• Goal of the exercise:
Where a line contains the word "defineRule", copy that line from the records below.

BEGIN Exercise data

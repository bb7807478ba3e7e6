import { openSpan } from '../geometry/span';
import { Material } from '../shop/material';
import { figure, has, toolWords } from './finding-data';
import { movedWords } from './placing';
import { defineRule } from './rule';

/** A feed move in the stock while the spindle stands. Common practice, no source. */
export const cutSpindleOff = defineRule({
  id: 'cut-spindle-off',
  group: 'spindle-and-feed',
  title: 'Cuts with the spindle off',
  severity: 'stop',
  protects:
    'The cutter, the work and its clamping from a cutter pushed through material without turning.',
  explanation:
    'A feed motion that takes the tip into the stock, by the tool’s real length, while the spindle is off. Feed moves above or beside the stock are free, as are probing and tools that never turn (drag knives, probes). Without a job sheet everything under Z zero counts as stock; where nothing is known of the stock, any feed move sideways counts.',
  examples: {
    bad: 'G21 G90 G17 G54\nT1 M6\nG43 H1\nG0 X50 Y50 Z5\nG1 Z-5 F1000\nM30',
    good: 'G21 G90 G17 G54\nT1 M6\nS18000 M3\nG43 H1\nG0 X50 Y50 Z5\nG1 Z-5 F1000\nM30',
  },
  word: (data, lengths) => ({
    message: `${has(data, 'tool') ? toolWords(data) : 'The tool'} cuts with the spindle off${
      has(data, 'deep')
        ? `, ${lengths.length(figure(data, 'deep'))} under the top of the stock`
        : ''
    }.`,
    advice: 'Start the spindle with M3 and its S word before this block, after the tool change.',
  }),
  observe: (shop, report) => {
    const material = new Material(shop);
    const span = openSpan();
    return {
      quiet({ feed }, state) {
        if (state.turning !== 'off') return;
        if (material.regionFor(state)) material.keepClear(feed, state);
        else feed.close();
      },
      motion(motion, state) {
        if (state.turning !== 'off') return;
        if (motion.kind !== 'feed' && motion.kind !== 'arc') return;
        const { tool } = state.held;
        if (motion.by === 'change' || tool?.turns === 'never') return;
        const isKnown = material.regionFor(state) !== undefined;
        if (isKnown) {
          if (!material.isMet(motion, state, span)) return;
        } else if (motion.fromX === motion.toX && motion.fromY === motion.toY) return;
        const deep = isKnown ? material.depthAt(span.lowest, state) : 0;
        report.found(
          {
            cause: '',
            by: deep,
            at: state.place(movedWords(motion)),
            data: {
              ...(tool ? { tool: tool.number, name: tool.name } : {}),
              ...(isKnown ? { deep } : {}),
            },
          },
          state,
        );
      },
    };
  },
});
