import { text } from './finding-data';
import { defineRule } from './rule';

/** `#3000=1` in a macro dialect, or a code that the setup declares as an alarm. */
export const raisesAlarm = defineRule({
  id: 'raises-alarm',
  group: 'reading',
  title: 'The program raises an alarm',
  severity: 'stop',
  protects:
    'The run from standing still in the middle, with the spindle and the holding as they were.',
  explanation:
    'An alarm is how a program refuses to go on. Where the check comes to one, the machine will too, and nothing after it is carried out or judged. An alarm behind a condition that does not come true is never reached and never found.',
  examples: {
    setup: { controller: { language: 'custom-macro' } },
    bad: 'G21 G90 G54\n#3000=1 (CLAMP NOT CLOSED)\nM30',
    good: 'G21 G90 G54\n#100=1 (CLAMP CLOSED)\nM30',
  },
  word: (data) => ({
    message: `The program raises an alarm here (${text(data, 'code')}), and nothing after it is carried out.`,
    advice: 'Take away what leads here, or take the alarm out if it is not meant.',
  }),
  observe: (_shop, report) => ({
    deed({ code, does, place }, state) {
      if (does === 'alarm') report.found({ cause: code, at: place, data: { code } }, state);
    },
  }),
});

END Exercise data

• Final answer:
import { defineRule } from './rule';
export const cutSpindleOff = defineRule({
import { defineRule } from './rule';
export const raisesAlarm = defineRule({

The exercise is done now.